- WHAT TO DO
Show, from the records below, all lines that contain the word "ORDER".

- LISTED ENTRIES
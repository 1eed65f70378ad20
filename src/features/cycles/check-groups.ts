import type { Check, CheckId } from '#shared/reconcile/check.ts';
import type { PairWords } from '#src/lib/check-words.ts';

export type CheckGroup = { title: string; open: Check[]; agreeing: Check[] };

const GROUPS = ['Dates and reads', 'Energy', 'The bill', 'Credit bank', 'Incentive'] as const;
type Group = (typeof GROUPS)[number];

const GROUP_OF: Record<CheckId, Group> = {
  datesChain: 'Dates and reads',
  days: 'Dates and reads',
  daysInRange: 'Dates and reads',
  registersFollow: 'Dates and reads',
  readType: 'Dates and reads',
  fileGaps: 'Energy',
  importAgainstIntervals: 'Energy',
  exportAgainstIntervals: 'Energy',
  exportWithinProduction: 'Energy',
  productionAgainstMonitor: 'Energy',
  productionAtNight: 'Energy',
  productionExpected: 'Energy',
  linePrice: 'The bill',
  bankChain: 'Credit bank',
  nothingLost: 'Credit bank',
  balanceChain: 'The bill',
  budgetChain: 'The bill',
  linesAddUp: 'The bill',
  amountDue: 'The bill',
  incentiveQuantity: 'Incentive',
  incentivePaid: 'Incentive',
};

const ORDER = { differs: 0, 'nothing-to-compare': 1, agrees: 2 } as const;

/** The checks by what they look at; in each group those that differ come first, then those with nothing to compare. Groups without a check are left out. */
export function groupedChecks(checks: readonly Check[]): CheckGroup[] {
  return GROUPS.map((title) => {
    const own = checks.filter((check) => groupOf(check) === title);
    return {
      title,
      open: own.filter((check) => check.verdict !== 'agrees').sort((a, b) => ORDER[a.verdict] - ORDER[b.verdict]),
      agreeing: own.filter((check) => check.verdict === 'agrees'),
    };
  }).filter(({ open, agreeing }) => open.length + agreeing.length > 0);
}

function groupOf({ check, about }: Check): Group {
  return check === 'nothingLost' && about.startsWith('exchange.') ? 'Dates and reads' : GROUP_OF[check];
}

const PAIRS: Partial<Record<CheckId, PairWords>> = {
  daysInRange: { stated: 'It has', found: 'the nearest usual length is' },
  fileGaps: { stated: 'The cycle has', found: 'the file is complete for' },
  productionAtNight: { stated: 'In the dark', found: 'possible' },
  productionExpected: { stated: 'Made', found: 'expected' },
  incentiveQuantity: { stated: 'Paid on', found: 'the production meter gives' },
  incentivePaid: { stated: 'Paid', found: 'earned' },
  nothingLost: { stated: 'Accounted for', found: 'of' },
};

/** How a check's two values are called; undefined for "stated" and "found". */
export function pairWords(check: CheckId): PairWords | undefined {
  return PAIRS[check];
}

/** What an agreeing check has to add: which receipt paid, what became of a balance. Null for the others. */
export function tellsMore({ check, cause, advice }: Check): string | null {
  if (check !== 'incentivePaid' && check !== 'nothingLost') return null;
  const said = [cause, advice].filter((part) => part !== null).join(' ');
  return said === '' ? null : said;
}
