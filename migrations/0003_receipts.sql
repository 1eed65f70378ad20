ALTER TABLE `incentive_receipts` ADD `from_day` text;--> statement-breakpoint
ALTER TABLE `incentive_receipts` ADD `to_day` text;--> statement-breakpoint
ALTER TABLE `incentive_receipts` ADD `quantity_wh` integer;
ALTER TABLE `households` ADD `aggregation` text DEFAULT 'none' NOT NULL;--> statement-breakpoint
ALTER TABLE `meters` ADD `service_point` text;--> statement-breakpoint
ALTER TABLE `statement_banks` ADD `sent_out` text;--> statement-breakpoint
ALTER TABLE `statement_banks` ADD `sent_value_cents` integer;--> statement-breakpoint
ALTER TABLE `statements` ADD `budget_cents` integer;--> statement-breakpoint
ALTER TABLE `statements` ADD `budget_balance_cents` integer;--> statement-breakpoint
ALTER TABLE `statements` ADD `budget_settled_cents` integer;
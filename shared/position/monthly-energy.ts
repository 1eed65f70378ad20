import type { UsageBefore } from '../facts/house.ts';
import { keptAt } from '../settlement/place.ts';
import { type Day, daysBetween, daysInMonth } from '../units/day.ts';
import { type Wh, wh } from '../units/energy.ts';
import { Exact, exact } from '../units/rate.ts';
import type { DecimalText } from '../units/rate-text.ts';
import type { EnergyCycle } from './basis.ts';
import { gather, type Heap, type Heaps, MONTHS, monthOfAll, segmentsOf, wholeYear } from './month-heaps.ts';

export type MonthlyEnergyInput = {
  cycles: readonly Omit<EnergyCycle, 'split'>[];
  /** The last close: ages are counted from it. */
  lastTo: Day;
  expectedMonthlyWh: readonly Wh[] | null;
  usageBefore: readonly UsageBefore[];
  degradation: DecimalText;
};

/** Where a calendar month's figure comes from. */
export type MonthBasis = 'record' | 'installer' | 'before' | 'mean';

/** A house's own year: Wh per day by calendar month (January first), and the share of production sent out. */
export type MonthlyEnergy = {
  productionPerDay: Exact[];
  usePerDay: Exact[];
  exportShare: Exact[];
  productionBasis: MonthBasis[];
  useBasis: MonthBasis[];
};

const DAYS_PER_YEAR = 365;

/**
 * The year to repeat. Production of a calendar month: the mean Wh per day of the house's own record for it, each year brought to the last one's age
 * by the degradation; where the record has no such month, the installer's estimate scaled by record ÷ estimate, else the record's mean. Use:
 * the last twelve months' record, else any earlier year's, else that of the month before the roof, else the mean. Null without production and use.
 */
export function monthlyEnergy(input: MonthlyEnergyInput): MonthlyEnergy | null {
  const production: Heaps = new Map();
  const use: Heaps = new Map();
  const exported: Heaps = new Map();
  const producedWithExport: Heaps = new Map();
  for (const cycle of input.cycles) {
    const age = Math.max(0, Math.floor(daysBetween(cycle.to, input.lastTo) / DAYS_PER_YEAR));
    const { importWh, exportWh, productionWh } = cycle;
    if (productionWh === null) continue;
    const segments = segmentsOf(cycle.from, cycle.to);
    gather(production, age, segments, productionWh);
    if (exportWh === null) continue;
    gather(exported, age, segments, exportWh);
    gather(producedWithExport, age, segments, productionWh);
    if (importWh !== null) gather(use, age, segments, importWh + productionWh - exportWh);
  }
  const before: Heaps = new Map();
  for (const bill of input.usageBefore) gather(before, 0, segmentsOf(bill.from, bill.to), bill.importWh);

  const aged = agedMeans(production, input.degradation);
  const made = fillProduction(aged, input.expectedMonthlyWh);
  const used = fillUse(use, before);
  if (made === null || used === null) return null;
  const wholeShare = shareOf(wholeYear(exported), wholeYear(producedWithExport)) ?? new Exact(0);
  return {
    productionPerDay: made.perDay,
    productionBasis: made.basis,
    usePerDay: used.perDay,
    useBasis: used.basis,
    exportShare: MONTHS.map(
      (month) => shareOf(monthOfAll(exported, month), monthOfAll(producedWithExport, month)) ?? wholeShare,
    ),
  };
}

/** Mean Wh per day of each calendar month, every year brought to the last one's age; null for a month without a record. */
function agedMeans(heaps: Heaps, degradation: DecimalText): (Exact | null)[] {
  const kept = new Exact(1).minus(exact(degradation));
  const byAge = [...heaps].map(([age, months]) => ({ months, factor: kept.pow(age) }));
  return MONTHS.map((month) => {
    let energy = new Exact(0);
    let days = 0;
    for (const { months, factor } of byAge) {
      const heap = months[month];
      if (!heap || heap.days === 0) continue;
      energy = energy.plus(factor.times(heap.energy));
      days += heap.days;
    }
    return days === 0 ? null : energy.div(days);
  });
}

type Filled = { perDay: Exact[]; basis: MonthBasis[] };

function fillProduction(record: readonly (Exact | null)[], expected: readonly Wh[] | null): Filled | null {
  const mean = meanOf(record);
  if (mean === null) return null;
  const estimate = MONTHS.map((month) => new Exact(expected?.[month] ?? 0).div(daysInMonth(2023, month + 1)));
  let recorded = new Exact(0);
  let estimated = new Exact(0);
  for (const month of MONTHS) {
    const known = record[month];
    if (!known) continue;
    recorded = recorded.plus(known);
    estimated = estimated.plus(keptAt(estimate, month));
  }
  const ratio = estimated.isZero() ? null : recorded.div(estimated);
  return fill(record, (month) =>
    ratio === null ? [mean, 'mean'] : [keptAt(estimate, month).times(ratio), 'installer'],
  );
}

function fillUse(use: Heaps, before: Heaps): Filled | null {
  const lastYear = use.get(0);
  const record = MONTHS.map((month) => meanOfHeap(lastYear?.[month]) ?? meanOfHeap(monthOfAll(use, month)));
  const old = MONTHS.map((month) => meanOfHeap(monthOfAll(before, month)));
  const mean = meanOf(record) ?? meanOf(old);
  if (mean === null) return null;
  return fill(record, (month) => {
    const known = old[month];
    return known ? [known, 'before'] : [mean, 'mean'];
  });
}

function fill(record: readonly (Exact | null)[], other: (month: number) => [Exact, MonthBasis]): Filled {
  const filled = MONTHS.map((month): [Exact, MonthBasis] => {
    const known = record[month];
    return known ? [known, 'record'] : other(month);
  });
  return { perDay: filled.map(([value]) => value), basis: filled.map(([, basis]) => basis) };
}

function meanOf(values: readonly (Exact | null)[]): Exact | null {
  const known = values.filter((value) => value !== null);
  if (known.length === 0) return null;
  return known.reduce((sum, value) => sum.plus(value), new Exact(0)).div(known.length);
}

function meanOfHeap(heap: Heap | undefined): Exact | null {
  return heap === undefined || heap.days === 0 ? null : new Exact(heap.energy).div(heap.days);
}

/** Export ÷ production, between 0 and 1; null where nothing was produced. */
function shareOf(exported: Heap, produced: Heap): Exact | null {
  if (produced.energy <= 0) return null;
  return Exact.min(1, Exact.max(0, new Exact(exported.energy).div(produced.energy)));
}

/** Wh of a span within one calendar month. */
export function energyOf(perDay: Exact, days: number, factor: Exact): Wh {
  return wh(perDay.times(days).times(factor).toDecimalPlaces(0, Exact.ROUND_HALF_UP).toNumber());
}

- YOUR SOLUTION
const ORDER = { differs: 0, 'nothing-to-compare': 1, agrees: 2 } as const;
      open: own.filter((check) => check.verdict !== 'agrees').sort((a, b) => ORDER[a.verdict] - ORDER[b.verdict]),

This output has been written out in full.